- **Task item**
Copy out exactly the lines from the first line of the material below through the line containing "any other way;", and nothing beyond them.

- **Exercise input**
:::

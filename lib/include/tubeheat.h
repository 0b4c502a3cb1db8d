/*
 * tubeheat.h - tube-side convective heat transfer, the public C API.
 *
 * This header is the reference for the library. Every function:
 *   - returns a status code (th_status, below) and writes its results
 *     through pointer arguments; nothing is returned any other way;
 *   - writes its outputs when the status is TH_OK or TH_WARN_RANGE, and
 *     leaves them untouched on any error (the two *_array functions, which
 *     give every row its own status, say how they differ);
 *   - never writes NaN or infinity together with TH_OK or TH_WARN_RANGE;
 *   - takes and returns SI units (m, kg, s, K, Pa, W, J) as stated beside
 *     each argument; temperatures are absolute (kelvin);
 *   - is thread-safe and reentrant: the library keeps no mutable global
 *     state (read-only tables and function-local caches guarded by the
 *     C++ memory model only), and no C++ exception or type crosses this
 *     interface.
 *
 * Conventions used throughout
 *   D        inside diameter of a circular tube, or hydraulic diameter
 *            D_h = 4 A / P of a duct                                   [m]
 *   Re       Reynolds number based on D and the mean velocity
 *   Pr       Prandtl number at the bulk (mixing-cup) temperature
 *   x* = x / (D Re Pr)   inverse Graetz number (the abscissa of most
 *            laminar entry-region charts); Gz = 1/x* = (D/x) Re Pr
 *   f        Darcy (Moody) friction factor, four times the Fanning one
 *   "T"      uniform wall temperature;  "H" uniform wall heat flux
 *
 * Results size equipment that can scald, burst or freeze. Correlations
 * scatter by +-10 to +-25 % against data; apply margins, follow local
 * codes, and have designs reviewed by a qualified, licensed engineer.
 */
#ifndef TUBEHEAT_H
#define TUBEHEAT_H

#include <stddef.h>

#ifdef __cplusplus
extern "C" {
#endif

:::

- **Response below**
filename lib/include/tubeheat.h
repository 0b4c502a3cb1db8d
/*
 * tubeheat.h - tube-side convective heat transfer, the public C API.
 *
 * This header is the reference for the library. Every function:
 *   - returns a status code (th_status, below) and writes its results
 *     through pointer arguments; nothing is returned any other way;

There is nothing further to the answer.